The <utext> detail is interesting. NO-WS-CTL was firmly
moved to "obs-cene". IIRC no more <dcontent> (that was a
nit in 2821bis, no nit in usepro). Various minor fixes
related to old 822 #-lists (all "obs" => irrelevant here).
[review requests]
> I don't have time to do this at present and can make no
> promises as to when I will have time to do so.
Okay, sometimes the WG Chairs or the responsible AD do this
for WG drafts. But doing it too late is sub-optimal, after
all a review request *could* trigger a no-nonsense review.
[message/news template]
> I'm inclined not to bother with this unless people feel it
> would be worthwhile. It makes the draft longer and I don't
> think anyone's going to care.
Clearly I think it is worthwhile, because IANA cannot do much
to "obsolete" message/news without a template. All they can
do without template is update their 1036 reference to USEPRO.
But it might be possible to submit the template individually,
should I try this ? In that case I'd be at least confident
about posting a review request "on behalf of the USEFOR WG",
e.g.
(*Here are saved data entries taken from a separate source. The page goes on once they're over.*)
/**
 * Dynamic OLS on long series from cross products (regression/window-design.ts) instead of a
 * Householder QR of the n x (3 + 2k) design: at a million rows and kmax = 100 the design alone
 * is 1.6 GB and its QR O(n k^2). The columns are windows of three series (the level of x, its
 * changes, the response), so the cross products cost O(n) per distinct shift.
 *
 * Conditioning, each a change of parameters that leaves residuals and t-ratios as they are:
 * the level and the changes of x are freed of their means (shifts in the span of the constant),
 * and the response is y less its static least-squares line on x over the sample (a combination
 * of the level and the constant, which every candidate holds). The response then carries only
 * the equilibrium error, so the nested residual sums of squares y'y - z'z lose few digits.
 *
 * The lead-and-lag choice reads the nested residual sums of squares from one Cholesky of the
 * cross products (regression/nested-cholesky.ts). The chosen model's slope, intercept,
 * residuals and ordinary standard error come from the refined solve
 * (regression/refined-least-squares.ts), accepted only where its last correction moves the
 * slope by at most REFINE_TOLERANCE of its standard error; otherwise null and the caller fits
 * by QR. Tested equal to the QR route to 1e-10 (tests/cointegration/dynamic-ols-long.test.ts).
 */
import { gaussianLogLikelihood } from '../regression/least-squares';
import { nestedFitsFromGram } from '../regression/nested-cholesky';
import { choleskyFactor, refinedLeastSquares } from '../regression/refined-least-squares';
import { WindowDesign, type WindowColumn } from '../regression/window-design';

/** Rows times columns squared above which the cross-product route pays for itself (as the ADF's). */
export const DOLS_GRAM_WORK = 5e7;

/** Smallest share of a column's sum of squares a pivot may keep on the refined route (full rank in double precision). */
const REFINE_PIVOT_FLOOR = 1e-12;
/** Smallest share of its own sum of squares the level's pivot may keep to be read from the factor directly. */
const PIVOT_FLOOR = 1e-2;
/** The last correction may move the slope by at most this share of its standard error (or of the slope, if larger). */
const REFINE_TOLERANCE = 1e-12;

/** The three series the design's windows read, conditioned as the file comment says. */
interface DolsSources {
  level: Float64Array;
  changes: Float64Array;
  response: Float64Array;
  levelMean: number;
  changeMean: number;
  /** The static line taken out of y: y = lineIntercept + lineSlope x + response. */
  lineSlope: number;
  lineIntercept: number;
}

/** Sources for rows from..to (0-based, inclusive). changes[t] = x[t] - x[t-1] - changeMean (t >= 1). */
function dolsSources(y: ArrayLike<number>, x: ArrayLike<number>, from: number, to: number): DolsSources {
  const T = x.length;
  const n = to - from + 1;
  let mx = 0;
  let my = 0;
  for (let t = from; t <= to; t++) {
    mx += x[t];
    my += y[t];
  }
  mx /= n;
  my /= n;
  let sxx = 0;
  let sxy = 0;
  for (let t = from; t <= to; t++) {
    sxx += (x[t] - mx) * (x[t] - mx);
    sxy += (x[t] - mx) * (y[t] - my);
  }
  const lineSlope = sxx > 0 ? sxy / sxx : 0;
  const level = new Float64Array(T);
  const response = new Float64Array(T);
  for (let t = 0; t < T; t++) {
    level[t] = x[t] - mx;
    response[t] = y[t] - my - lineSlope * level[t];
  }
  const changes = new Float64Array(T);
  let md = 0;
  for (let t = 1; t < T; t++) md += x[t] - x[t - 1];
  md = T > 1 ? md / (T - 1) : 0;
  for (let t = 1; t < T; t++) changes[t] = x[t] - x[t - 1] - md;
  return { level, changes, response, levelMean: mx, changeMean: md, lineSlope, lineIntercept: my - lineSlope * mx };
}

const LEVEL = 0;
const CHANGES = 1;
const RESPONSE = 2;
const CONSTANT: WindowColumn = { source: -1, offset: 0 };

/** The change columns for k leads and lags, rows starting at `from`: shift 0, lag 1, lead 1, ..., lag k, lead k. */
function changeColumns(k: number, from: number): WindowColumn[] {
  const out: WindowColumn[] = [{ source: CHANGES, offset: from }];
  for (let j = 1; j <= k; j++) out.push({ source: CHANGES, offset: from - j }, { source: CHANGES, offset: from + j });
  return out;
}

/**
 * AIC choice of k in 0..kmax on the common sample of kmax (rows kmax + 1 .. T - 1 - kmax, as in
 * dynamic-ols.ts), or null where the cross products cannot separate every column (the caller's
 * QR route then answers, and names the column).
 */
export function chooseLeadsLagsByGram(y: ArrayLike<number>, x: ArrayLike<number>, kmax: number): number | null {
  const T = y.length;
  const from = kmax + 1;
  const to = T - 1 - kmax;
  const n = to - from + 1;
  const s = dolsSources(y, x, from, to);
  const columns = [{ source: LEVEL, offset: from }, CONSTANT, ...changeColumns(kmax, from)];
  const design = new WindowDesign([s.level, s.changes, s.response], columns, n);
  const responseWindow = { source: RESPONSE, offset: from };
  const { xtx, xty } = design.gram([responseWindow]);
  const yty = design.dot(responseWindow, responseWindow);
  const k = columns.length;
  const fits = nestedFitsFromGram(xtx, xty[0], yty, k, n);
  if (fits.usable < k) return null;
  let best = 0;
  let bestAic = Infinity;
  for (let j = 0; j <= kmax; j++) {
    const size = 3 + 2 * j;
    const aic = -2 * gaussianLogLikelihood(fits.ssr[size], n) + 2 * size;
    if (aic < bestAic) {
      bestAic = aic;
      best = j;
    }
  }
  return best;
}

export interface DolsRefinedFit {
  beta: number;
  intercept: number;
  /** Ordinary (non-HAC) standard error of beta. */
  olsStandardError: number;
  /** SSR / (n - columns). */
  sigma2: number;
  residuals: Float64Array;
  nobs: number;
}

/** The DOLS regression with k leads and lags over rows k + 1 .. T - 1 - k by the refined route, or null (fit by QR). */
export function dynamicOlsByGram(y: ArrayLike<number>, x: ArrayLike<number>, k: number): DolsRefinedFit | null {
  const T = y.length;
  const from = k + 1;
  const to = T - 1 - k;
  const n = to - from + 1;
  const s = dolsSources(y, x, from, to);
  // The level last, so its pivot gives beta's standard error.
  const columns = [CONSTANT, ...changeColumns(k, from), { source: LEVEL, offset: from }];
  const m = columns.length;
  if (n - m < 1) return null;
  const design = new WindowDesign([s.level, s.changes, s.response], columns, n);
  const { xtx } = design.gram();
  const L = choleskyFactor(xtx, m, m, REFINE_PIVOT_FLOOR);
  if (L === null) return null;
  const response = s.response.subarray(from, from + n);
  const fit = refinedLeastSquares(design, L, m, response);
  if (fit === null || !(fit.ssr > 0)) return null;
  // The level's pivot squared: the sum of squares of the level's residual on the other columns.
  const last = (m - 1) * m + (m - 1);
  let pivotSquared = L[last] * L[last];
  if (!(pivotSquared > PIVOT_FLOOR * xtx[last])) {
    const own = refinedLeastSquares(design, L, m - 1, s.level.subarray(from, from + n));
    if (own === null) return null;
    pivotSquared = own.ssr;
  }
  if (!(pivotSquared > 0)) return null;
  const sigma2 = fit.ssr / (n - m);
  const olsStandardError = Math.sqrt(sigma2 / pivotSquared);
  const b = fit.coefficients;
  const slope = b[m - 1];
  if (!(Math.abs(fit.lastCorrection[m - 1]) <= REFINE_TOLERANCE * Math.max(Math.abs(slope), olsStandardError))) return null;
  let changeSum = 0;
  for (let j = 1; j < m - 1; j++) changeSum += b[j];
  const beta = s.lineSlope + slope;
  const intercept = s.lineIntercept + b[0] - slope * s.levelMean - s.changeMean * changeSum;
  if (!Number.isFinite(beta) || !Number.isFinite(intercept) || !Number.isFinite(olsStandardError)) return null;
  return { beta, intercept, olsStandardError, sigma2, residuals: fit.residuals, nobs: n };
}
I'd know that I can't say "on behalf of".
>> BTW, where did you find "Disposition" in RFC 4288 ? It is
>> a good idea, but maybe it belongs to the "Interoperability".
> I didn't; I just didn't change it. This has been in the
> draft for quite a while. Should I remove it? I don't see
> Disposition anywhere in the media type registration either.
You could add an "Interoperability considerations" field, and
put the "default disposition inline" into this field. Maybe
Charles still knows where he found this ? (= not in RFC 4288)
For "message/news" I'd remove it as not more relevant if we
pick the "make it so" out-sourced IANA registration approach.